Stored items from a collection:

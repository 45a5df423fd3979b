"""Graphs as an edge list in CSV: the header ``source,target,kind``, then one row per edge.

The kind is ``directed`` or ``undirected``. A row with an empty target and kind names a variable, which
is how one without edges gets into the file. Variables come in the order of their first appearance.
"""

from __future__ import annotations

from generators.errors import InputError
from generators.files.text import csv_field, csv_rows, shown
from generators.graph import DIRECTED, UNDIRECTED, Graph

HEADER = ["source", "target", "kind"]


def parse_graph_csv(text: str, where: str) -> Graph:
    r"""Read a graph from the text of a CSV file.

    Raises
    ------
    InputError
        ``FILE:LINE: what was found, what is accepted``.

    Examples
    --------
    >>> parse_graph_csv("source,target,kind\nrain,wet,directed\nwind,,\n", "g.csv")
    Graph(3 variables: rain -> wet)
    """
    rows = csv_rows(text, where)
    line, header = next(rows, (1, []))
    if header != HEADER:
        found = shown(",".join(header)) if header else "nothing"
        raise InputError(f"{where}:{line}: expected the header {','.join(HEADER)!r}, found {found}.")
    names: dict[str, None] = {}
    lines: dict[frozenset[str], int] = {}
    alone: set[str] = set()
    edges: dict[str, list[tuple[str, str]]] = {DIRECTED: [], UNDIRECTED: []}
    for line, row in rows:
        source, target, kind = _checked(row, f"{where}:{line}")
        names[source] = None
        if not target:
            if source in alone:
                raise InputError(f"{where}:{line}: the variable {shown(source)} stands alone a second time.")
            alone.add(source)
            continue
        names[target] = None
        first = lines.setdefault(frozenset((source, target)), line)
        if first != line:
            raise InputError(
                f"{where}:{line}: a second edge between {shown(source)} and {shown(target)}; "
                f"one stands on line {first}."
            )
        edges[kind].append((source, target))
    if not names:
        raise InputError(f"{where}: expected at least one variable behind the header, found none.")
    return Graph.from_edges(list(names), edges[DIRECTED], edges[UNDIRECTED])


def _checked(row: list[str], place: str) -> list[str]:
    if len(row) != len(HEADER):
        raise InputError(f"{place}: expected {len(HEADER)} fields, found {len(row)}.")
    source, target, kind = row
    if not source:
        raise InputError(f"{place}: expected a variable's name as source, found an empty field.")
    if target and kind not in (DIRECTED, UNDIRECTED):
        raise InputError(f"{place}: expected the kind {DIRECTED!r} or {UNDIRECTED!r}, found {shown(kind)}.")
    if kind and not target:
        raise InputError(f"{place}: expected a target for the {shown(kind)} edge, found an empty field.")
    if source == target:
        raise InputError(f"{place}: an edge must join two different variables, found {shown(source)} twice.")
    return row


def graph_csv_text(graph: Graph) -> str:
    """Return the text of a CSV file, sources in the graph's order.

    Examples
    --------
    >>> print(graph_csv_text(Graph.from_edges(["wind", "rain", "wet"], [("rain", "wet")])), end="")
    source,target,kind
    wind,,
    rain,wet,directed
    """
    rows: dict[str, list[list[str]]] = {name: [] for name in graph.names}
    for source, target, kind in graph.edges():
        rows[source].append([source, target, kind])
    joined = {end for source, target, _ in graph.edges() for end in (source, target)}
    lines = [HEADER]
    for name in graph.names:
        lines += rows[name] if name in joined else [[name, "", ""]]
    return "".join(",".join(map(csv_field, line)) + "\n" for line in lines)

* Problem requirements *
Report each line of the entries where the word "first" occurs.

* Written answer *
is how one without edges gets into the file. Variables come in the order of their first appearance.
        first = lines.setdefault(frozenset((source, target)), line)
        if first != line:
                f"one stands on line {first}."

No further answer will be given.